Photographed by Ray Ng
Bill Inmon's Data Warehouse 2.0 tackles industry trends, unstructured data and the data lifecycle
Of all the mainstream business technologies, classic data warehousing might well be considered the least evolved in terms of practice and approach. And while data warehousing continues to spread as a foundational technology, the availability of information and speed of change have led businesses to add operational data strategies to the data warehouse mix - something the textbook writers didn't originally envision. So it might well be left to one of the fathers of the industry to update the definition of the data warehouse. That person is Bill Inmon, president of Inmon Data Systems. His model - called Data Warehouse 2.0 - is delivered with a complete architecture, outright enthusiasm - and a little ambivalence. You'll find the technical details in Inmon's recent articles in DM Review and at his Web site, www.inmoncif.com; more recently, DM Review Editorial Director Jim Ericson spoke with Bill Inmon for a philosophical take on DW 2.0.
DMR: Why do we need Data Warehouse 2.0?
Bill Inmon: There are two reasons for DW 2.0 - the first is for the integrity of the definition because I feel there are too many definitions floating around. The second reason is the need for a vision for the future of data warehousing, which I believe a lot of people in the industry have wrong. It came from confusion and from vendors trying to sell products. There were people building transactional systems they were calling a data warehouse; people building federated versions of a data warehouse; people building data marts that they were calling a data warehouse. Those are just some of the renditions.
DMR: What are the main distinctions between DW 2.0 and DW 1.0?
BI: The first major distinction is that the DW 1.0 never recognized the lifecycle of data within the corporation. DW 1.0 said, "Here's some data." DW 2.0 says, "Here's the data; it has a lifecycle, and each of the different portions of the lifecycle have unique characteristics." The second major difference between DW 1.0 and 2.0 is the recognition that unstructured data and structured data should both contribute to the data warehouse. There is a wealth of information in the world of unstructured technology, but it has to be built properly for the data warehouse.
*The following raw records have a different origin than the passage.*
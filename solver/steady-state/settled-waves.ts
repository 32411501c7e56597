/** What sources do once every delay has passed: the waves of a periodic steady state, and the period that they share. */
import type { Circuit } from '../circuit.ts';
import type { Wave } from '../waves.ts';

/** Periods in the sources' common period, at most: beyond, they are taken as having none in common. */
const LARGEST_MULTIPLE = 1000;

/** Periods are commensurate when their ratio is that of two integers to this relative accuracy. */
const RATIO_TOLERANCE = 1e-9;

export type CommonPeriod =
  | { readonly period: number }
  /** Why there is none, and what to do, in words. */
  | { readonly reason: string; readonly advice: string };

/** The circuit with waves that have been running for ever; components without a repeating wave stay as they are. */
export function settle(circuit: Circuit): Circuit {
  return {
    ...circuit,
    components: circuit.components.map((component) =>
      component.kind === 'source' || component.kind === 'current-source'
        ? { ...component, wave: settledWave(component.wave) }
        : component,
    ),
  };
}

function settledWave(wave: Wave): Wave {
  switch (wave.shape) {
    case 'sine':
      return { ...wave, delay: 0, phase: wave.phase - 2 * Math.PI * wave.frequency * wave.delay };
    case 'triangle':
    case 'ramp':
      return { ...wave, delay: beforeZero(wave.delay, 1 / wave.frequency) };
    case 'pulse':
      return wave.frequency > 0 ? { ...wave, delay: beforeZero(wave.delay, 1 / wave.frequency) } : wave;
    case 'points': {
      if (!wave.repeat) return wave;
      const first = wave.times[0]!;
      const shift = beforeZero(first, wave.times.at(-1)! - first) - first;
      return { ...wave, times: wave.times.map((time) => time + shift) };
    }
    case 'sum':
      return { ...wave, waves: wave.waves.map(settledWave) };
    default:
      return wave;
  }
}

/** The delay less as many periods as leave it at or below zero. */
function beforeZero(delay: number, period: number): number {
  return delay - Math.ceil(delay / period - 1e-12) * period;
}

/** The shortest time after which all sources repeat together; `stated` overrides and is checked. */
export function commonPeriod(circuit: Circuit, stated?: number): CommonPeriod {
  const found: { designator: string; period: number }[] = [];
  for (const component of circuit.components) {
    if (component.kind === 'switch' && component.drive.by === 'time' && component.drive.toggles.length > 0) {
      return {
        reason: `${component.designator} switches at stated times, which do not repeat`,
        advice: 'drive the switch by a voltage, or ask for a time response',
      };
    }
    if (component.kind !== 'source' && component.kind !== 'current-source') continue;
    for (const wave of partsOf(component.wave)) {
      const period = periodOf(wave);
      if (period === 0) continue;
      if (period === undefined) {
        return {
          reason: `the wave of ${component.designator} does not repeat`,
          advice: 'give points `repeat: true`, a pulse a frequency, or ask for a time response',
        };
      }
      found.push({ designator: component.designator, period });
    }
  }
  if (stated !== undefined) {
    const odd = found.find(({ period }) => !isMultiple(stated, period));
    if (odd) {
      return {
        reason: `the stated period is not a multiple of the period of ${odd.designator} (${seconds(odd.period)})`,
        advice: `state a multiple of ${seconds(odd.period)}, or leave \`period\` out`,
      };
    }
    return { period: stated };
  }
  if (found.length === 0) {
    return {
      reason: 'no source repeats, so there is no period',
      advice: 'ask for an operating point, or state a `period` for a circuit that oscillates on its own',
    };
  }
  let common = found[0]!;
  for (const other of found.slice(1)) {
    let multiple = 1;
    while (multiple <= LARGEST_MULTIPLE && !isMultiple(multiple * common.period, other.period)) multiple++;
    if (multiple > LARGEST_MULTIPLE) {
      return {
        reason: `the periods of ${common.designator} (${seconds(common.period)}) and ${other.designator} (${seconds(other.period)}) have no common multiple up to ${LARGEST_MULTIPLE} of either`,
        advice: 'state the `period`, or round the frequencies so that they stand in the ratio of small whole numbers',
      };
    }
    common = { designator: common.designator, period: multiple * common.period };
  }
  return { period: common.period };
}

function partsOf(wave: Wave): readonly Wave[] {
  return wave.shape === 'sum' ? wave.waves.flatMap(partsOf) : [wave];
}

function periodOf(wave: Wave): number | undefined {
  switch (wave.shape) {
    case 'constant':
      return 0;
    case 'points':
      return wave.repeat ? wave.times.at(-1)! - wave.times[0]! : undefined;
    case 'sum':
      return undefined;
    default:
      return wave.frequency > 0 ? 1 / wave.frequency : undefined;
  }
}

function isMultiple(long: number, short: number): boolean {
  const ratio = long / short;
  const whole = Math.round(ratio);
  return whole >= 1 && Math.abs(ratio - whole) <= RATIO_TOLERANCE * whole;
}

function seconds(value: number): string {
  return `${Number(value.toPrecision(9))} s`;
}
DMR: We'll get to unstructured data in a moment. First, your DW 2.0 model adds an "interactive" zone to address systems that don't meet the definition of a data warehouse. Is this a concession to the need to leverage operational data?
BI: Well, DW 1.0 was never meant to do transactional processing. Yet certain vendors have something called an "active data warehouse," and they insist on doing transaction processing in the data warehouse. So, if we're going to be doing transaction processing in the data warehouse, let's at least do it with recognition of the architectural principles that are needed for both data warehousing and transaction processing.
DMR: But you're not sold on the idea of collecting near real-time operational information and aligning it with historical information?
BI: This was never the intent of a data warehouse. We've always recognized the need for operational reporting and operational analytical processing; it's just that it was in a different bucket. Some vendors are trying to say there should be one source of data for all reporting. That has never been true. But, if you're going to do transaction processing in the data warehouse, do it in the interactive sector where you can meet the architectural necessities.
DMR: How does this new interactive zone work in the context of the classic "integrated" data warehouse?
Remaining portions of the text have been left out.